Looking at the listing below, work out the number of lines where the string "entries" shows up, and give that number only.

────────

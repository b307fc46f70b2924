/** The files of a new feature, by path: a list of named things that the people of a firm can read. */
export function featureFiles(name: string): Record<string, string> {
  const words: Record<string, string> = {
    __name__: name,
    __camel__: camel(name),
    __Pascal__: pascal(name),
    __table__: name.replaceAll('-', '_'),
    __Words__: sentence(name),
  };
  const fill = (text: string): string =>
    Object.entries(words).reduce((filled, [key, value]) => filled.replaceAll(key, value), text);
  return Object.fromEntries(Object.entries(templates).map(([file, text]) => [fill(file), fill(text)]));
}

function pascal(name: string): string {
  return name.replace(/(?:^|-)([a-z])/g, (_match, letter: string) => letter.toUpperCase());
}

function camel(name: string): string {
  return name.replace(/-([a-z])/g, (_match, letter: string) => letter.toUpperCase());
}

function sentence(name: string): string {
  const spaced = name.replaceAll('-', ' ');
  return spaced.charAt(0).toUpperCase() + spaced.slice(1);
}

const templates: Record<string, string> = {
  'packages/contract/src/routes/__name__.ts': `import { z } from 'zod';
import { MEMBER, route } from '../route.ts';
import { empty, firmParams, name, none } from './common.ts';

export const __camel__View = z.strictObject({ id: z.uuid(), name });

export const list__Pascal__ = route({
  name: 'list__Pascal__',
  method: 'GET',
  path: '/api/firms/:firm/__name__',
  access: MEMBER,
  kind: 'json',
  idempotent: true,
  params: firmParams,
  query: none,
  body: empty,
  response: z.strictObject({ rows: z.array(__camel__View) }),
  errors: ['not_found'],
});
`,
  'packages/db/src/schema/__name__.ts': `import { check, pgTable, primaryKey, text } from 'drizzle-orm/pg-core';
import { sql } from 'drizzle-orm';
import { createdAt, firmId, rowId } from './columns.ts';
import { firm } from './firm.ts';

export const __camel__ = pgTable(
  '__table__',
  {
    firmId: firmId().references(() => firm.id, { onDelete: 'restrict' }),
    id: rowId(),
    name: text('name').notNull(),
    createdAt: createdAt(),
  },
  (t) => [
    primaryKey({ name: '__table___pkey', columns: [t.firmId, t.id] }),
    check('__table___name_check', sql\`char_length(\${t.name}) between 1 and 200\`),
  ],
);
`,
  'packages/db/src/queries/__name__.ts': `import { asc, eq } from 'drizzle-orm';
import type { FirmTransaction } from '../database.ts';
import { __camel__ } from '../schema/__name__.ts';

export function list__Pascal__Rows(tx: FirmTransaction): Promise<{ id: string; name: string }[]> {
  return tx.sql
    .select({ id: __camel__.id, name: __camel__.name })
    .from(__camel__)
    .where(eq(__camel__.firmId, tx.firmId))
    .orderBy(asc(__camel__.name), asc(__camel__.id));
}
`,
  'apps/api/src/features/__name__/__name__-routes.ts': `import { list__Pascal__ } from '@farlug/contract/routes';
import type { Frame } from '../../http/frame.ts';
import { rowsOf__Pascal__ } from './__name__-service.ts';

export function register__Pascal__({ deps, mount }: Frame): void {
  mount(list__Pascal__, async ({ member }) => ({ rows: await rowsOf__Pascal__(deps, member) }));
}
`,
  'apps/api/src/features/__name__/__name__-service.ts': `import { list__Pascal__Rows } from '@farlug/db';
import type { Deps } from '../../deps.ts';
import type { Member } from '../../platform/caller.ts';
import { mayRead__Pascal__ } from './__name__-policy.ts';

export async function rowsOf__Pascal__(deps: Deps, member: Member): Promise<{ id: string; name: string }[]> {
  if (!mayRead__Pascal__(member.role)) return [];
  return deps.db.withFirm(member.firmId, member.person.id, list__Pascal__Rows);
}
`,
  'apps/api/src/features/__name__/__name__-policy.ts': `import type { FirmRole } from '@farlug/contract/route';

export function mayRead__Pascal__(role: FirmRole): boolean {
  return role === 'admin' || role === 'contractor' || role === 'estimator';
}
`,
  'apps/api/src/features/__name__/__name__-policy.test.ts': `import { FIRM_ROLES } from '@farlug/contract/route';
import { expect, it } from 'vitest';
import { mayRead__Pascal__ } from './__name__-policy.ts';

it.each(FIRM_ROLES)('lets a member who is %s read', (role) => {
  expect(mayRead__Pascal__(role)).toBe(true);
});
`,
  'apps/web/src/features/__name__/hooks/use-__name__.ts': `import { list__Pascal__ } from '@farlug/contract/routes';
import { type UseQueryResult, useQuery } from '@tanstack/react-query';
import { ask } from '../../../lib/call.ts';

export function use__Pascal__(firm: string): UseQueryResult<{ id: string; name: string }[]> {
  return useQuery({
    queryKey: ['firm', firm, '__name__'],
    queryFn: async ({ signal }) => (await ask(list__Pascal__, { params: { firm }, signal })).rows,
  });
}
`,
  'apps/web/src/features/__name__/components/__name__-list.tsx': `import { EmptyState } from '../../../ui/empty-state.tsx';
import { use__Pascal__ } from '../hooks/use-__name__.ts';

export function __Pascal__List({ firm }: { firm: string }) {
  const { data = [] } = use__Pascal__(firm);
  if (data.length === 0) return <EmptyState title="__Words__">There is nothing here yet.</EmptyState>;
  return (
    <ul aria-label="__Words__">
      {data.map(({ id, name }) => (
        <li key={id}>{name}</li>
      ))}
    </ul>
  );
}
`,
};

────────

Response box:
2